Yes, you want to vary all of the dimensions if at all possible. Here's why:

The sound is going to wrap around the enclosure.
If the enclosure is a perfect sphere, when the sound wraps around the enclosure it's going to create peaks when the wavefronts are in-phase, and dips when the wavefronts aren't.

So varying the height, width and depth will reduce the amplitude of these peaks and dips. 

I've always wondered why people worry about the golden ratio *inside* of their enclosures when the real issue is *outside.*

But note that spherical enclosures still sound pretty awesome; making them in the golden ratio just makes them even better.


----------



## Patrick Bateman

mitchyz250f said:


> I've been intrigued with the small midrange dash setup.

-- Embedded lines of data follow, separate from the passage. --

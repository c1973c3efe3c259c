"""Recognising attitude-table columns from the headers field sheets commonly use.

Headers are compared after lower-casing, dropping a bracketed unit (``Dip (deg)``)
and removing everything but letters and digits, so ``Dip_Dir``, ``dip dir`` and
``DIPDIR`` are one name. A user mapping ``{canonical: header}`` overrides the guess.
"""

from __future__ import annotations

import re
from collections.abc import Iterable, Mapping

from thrustmap.errors import InputError, ParameterError

__all__ = ["FIELDS", "normalize_header", "detect_columns"]

# canonical field -> (what it holds, header spellings after normalize_header)
FIELDS: dict[str, tuple[str, tuple[str, ...]]] = {
    "x": (
        "easting or longitude",
        (
            "x",
            "easting",
            "eastings",
            "east",
            "eastingm",
            "xcoord",
            "xcoordinate",
            "utme",
            "utmx",
            "utmeasting",
        ),
    ),
    "y": (
        "northing or latitude",
        (
            "y",
            "northing",
            "northings",
            "north",
            "northingm",
            "ycoord",
            "ycoordinate",
            "utmn",
            "utmy",
            "utmnorthing",
        ),
    ),
    "station": (
        "station identifier",
        (
            "station",
            "stationid",
            "stationno",
            "stationnumber",
            "stationname",
            "stn",
            "stnid",
            "stnno",
            "site",
            "siteid",
            "stop",
            "locality",
            "localityid",
            "outcrop",
            "outcropid",
            "waypoint",
            "wpt",
        ),
    ),
    "feature": (
        "feature measured (bedding, cleavage, fault, hinge line, ...)",
        (
            "feature",
            "featuretype",
            "type",
            "structure",
            "structuretype",
            "structtype",
            "measurementtype",
            "meastype",
        ),
    ),
    "attitude": (
        "attitude written as one notation (030/45, N30E 45SE, 045/30)",
        ("attitude", "orientation", "strikedip", "strikeanddip", "strikeslashdip", "att"),
    ),
    "strike": (
        "strike azimuth, right-hand rule unless a dip letter says otherwise",
        ("strike", "strikerhr", "rhrstrike", "strikeazimuth", "strk", "str"),
    ),
    "dip_direction": (
        "dip direction azimuth",
        ("dipdirection", "dipdir", "dipdirn", "dipazimuth", "dipaz", "azimuthofdip", "dd", "ddir"),
    ),
    "dip": (
        "dip angle, optionally with a dip letter (45SE)",
        ("dip", "dipangle", "dipamount", "inclinationofdip"),
    ),
    "trend": (
        "line trend (plunge direction)",
        (
            "trend",
            "trd",
            "plungedirection",
            "plungeazimuth",
            "lineationtrend",
            "trendazimuth",
            "bearing",
        ),
    ),
    "plunge": ("line plunge", ("plunge", "plg", "pl", "plungeangle", "lineationplunge")),
    "rake": (
        "rake (pitch) of a line in the plane, optionally with the strike end (35N)",
        ("rake", "pitch", "rakeangle"),
    ),
    "sense": (
        "slip sense of a fault lineation",
        ("sense", "slipsense", "shearsense", "movement", "movementsense", "kinematics"),
    ),
    "overturned": (
        "overturned bedding (yes/no)",
        ("overturned", "overturn", "ot", "inverted", "isoverturned", "upsidedown"),
    ),
    "date": (
        "survey date (ISO 8601)",
        (
            "date",
            "surveydate",
            "datesurveyed",
            "fielddate",
            "obsdate",
            "observationdate",
            "datetime",
            "day",
        ),
    ),
    "declination": (
        "magnetic declination, degrees east positive",
        ("declination", "magneticdeclination", "magdeclination", "magdec", "decl", "dec"),
    ),
}

_LONLAT = {
    "x": (
        "lon",
        "long",
        "longitude",
        "lng",
        "londd",
        "longdd",
        "longitudedd",
        "longwgs84",
        "lonwgs84",
    ),
    "y": ("lat", "latitude", "latdd", "latitudedd", "latwgs84"),
}

_LOOKUP = {spelling: name for name, (_, spellings) in FIELDS.items() for spelling in spellings}
_LOOKUP_LONLAT = {spelling: name for name, spellings in _LONLAT.items() for spelling in spellings}
_UNIT = re.compile(r"[\(\[].*?[\)\]]")
_NON_ALNUM = re.compile(r"[^a-z0-9]")


def normalize_header(header: object) -> str:
    """Header reduced for matching: lower case, bracketed unit dropped, letters and digits only.

    Examples
    --------
    >>> normalize_header(" Dip Dir. (deg) ")
    'dipdir'
    """
    return _NON_ALNUM.sub("", _UNIT.sub("", str(header).lower()))


def detect_columns(
    headers: Iterable[object],
    columns: Mapping[str, str] | None = None,
    *,
    coordinates: bool = True,
    prefer_lonlat: bool = False,
    source: str | None = None,
) -> dict[str, str]:
    """Map canonical fields to the headers of a table.

    Parameters
    ----------
    headers : iterable
        The table's column names, in order.
    columns : mapping of str to str, optional
        ``{canonical: header}`` chosen by the user; these win over detection.
    coordinates : bool, default True
        Look for x/y (or lon/lat) columns; off for layers whose geometry holds
        the position. Keyword only.
    prefer_lonlat : bool, default False
        When both an x/y and a lon/lat pair are present, take lon/lat (the CRS is
        geographic). Keyword only.
    source : str, optional
        File name for messages. Keyword only.

    Returns
    -------
    dict
        Canonical field name to header, for the fields found; lon/lat headers are
        returned under ``x`` and ``y``.

    Raises
    ------
    ParameterError
        When ``columns`` names a canonical field that does not exist.
    InputError
        When ``columns`` names a header the table lacks, or two headers match one
        field (the message lists the headers found).

    Examples
    --------
    >>> detect_columns(["Stn", "Easting", "Northing", "Strike (RHR)", "Dip", "Type"])
    {'x': 'Easting', 'y': 'Northing', 'station': 'Stn', 'feature': 'Type', 'strike': 'Strike (RHR)', 'dip': 'Dip'}
    """
    heads = list(headers)
    found_list = ", ".join(repr(str(h)) for h in heads)
    chosen: dict[str, str] = {}
    for name, header in (columns or {}).items():
        if name not in FIELDS:
            raise ParameterError(f"columns: unknown field {name!r}; fields are {', '.join(FIELDS)}")
        if header not in heads:
            raise InputError(
                f"columns: {name!r} is mapped to {header!r}, which is not a column; "
                f"columns found: {found_list}",
                source=source,
                field=str(header),
            )
        chosen[name] = header
    taken = set(chosen.values())
    hits: dict[str, list[object]] = {}
    lonlat: dict[str, list[object]] = {}
    for h in heads:
        if h in taken:
            continue
        key = normalize_header(h)
        if key in _LOOKUP:
            hits.setdefault(_LOOKUP[key], []).append(h)
        elif key in _LOOKUP_LONLAT:
            lonlat.setdefault(_LOOKUP_LONLAT[key], []).append(h)
    if not coordinates or ("x" in chosen or "y" in chosen):
        hits.pop("x", None)
        hits.pop("y", None)
        lonlat = {}
    elif lonlat.keys() == {"x", "y"} and (prefer_lonlat or not ("x" in hits and "y" in hits)):
        hits["x"], hits["y"] = lonlat["x"], lonlat["y"]
    detected: dict[str, str] = {}
    for name in FIELDS:
        if name in chosen or name not in hits:
            continue
        if len(hits[name]) > 1:
            both = " and ".join(repr(str(h)) for h in hits[name])
            raise InputError(
                f"columns {both} both look like {name!r} ({FIELDS[name][0]}); "
                f"say which with columns={{{name!r}: ...}}; columns found: {found_list}",
                source=source,
            )
        detected[name] = hits[name][0]
    return {
        name: chosen.get(name, detected.get(name))
        for name in FIELDS
        if name in chosen or name in detected
    }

Did you ever consider using a high output midrange like a GB25?


I'm pretty cheap; I rarely spend more than $20 on a driver. But let's see how the SB65 ($28) compares to the GB25 ($200)

















Here they are









Here's how the two compare, in a half litre sealed box. Each is powered with 50 watts into their respective impedances.









Here's how the excursion looks


TBH, I'd expected that they'd perform just about identically. I've tried a TON of these small drivers, and all of them are really close in performance. I personally like the SB65 because it behaves a lot like the Thiel full range drivers that Mic Wallace used to run. Basically the fabric dust cap 'decouples' at high frequencies, which makes the SB65 almost behave like a woofer *and* a tweeter.

But you can see in the sims, the AudioFrog is capable of about 3-4dB more output at the same power.

I'm a little stumped on how this is possible. The obvious way to do it would be to reduce the mass of the cone. But the SB65 actually has lower mass.



In summary: The SB Acoustics SB65 is quite extraordinary; there are very few drivers that can reach up to 20KHz, but also DOWN to 200Hz. It looks like the AudioFrog GB25 can do it too, and even offers additional output, due to it's higher efficiency bandwidth product.



















If anyone wants to tinker with this, here's the Hornresp models

Here's Erin's review of the GB25 : http://medleysmusings.com/afgb25/
Vance Dickason, author of the Loudspeaker Design Cookbook, reviewed the SB Acoustics SB65 here: http://www.audioxpress.com/article/Test-Bench-SB-Acoustics-SB65WBAC25-4-2-5-full-range-driver


----------



## rton20s

With the database that I have been building for a couple of years now, I can pretty quickly do comparisons of quite a few driver specs and FR graphs (when available). Admittedly, my database is limited. But, it does contain quite a large selection of popular raw drivers as well as some car audio branded drivers where information was available.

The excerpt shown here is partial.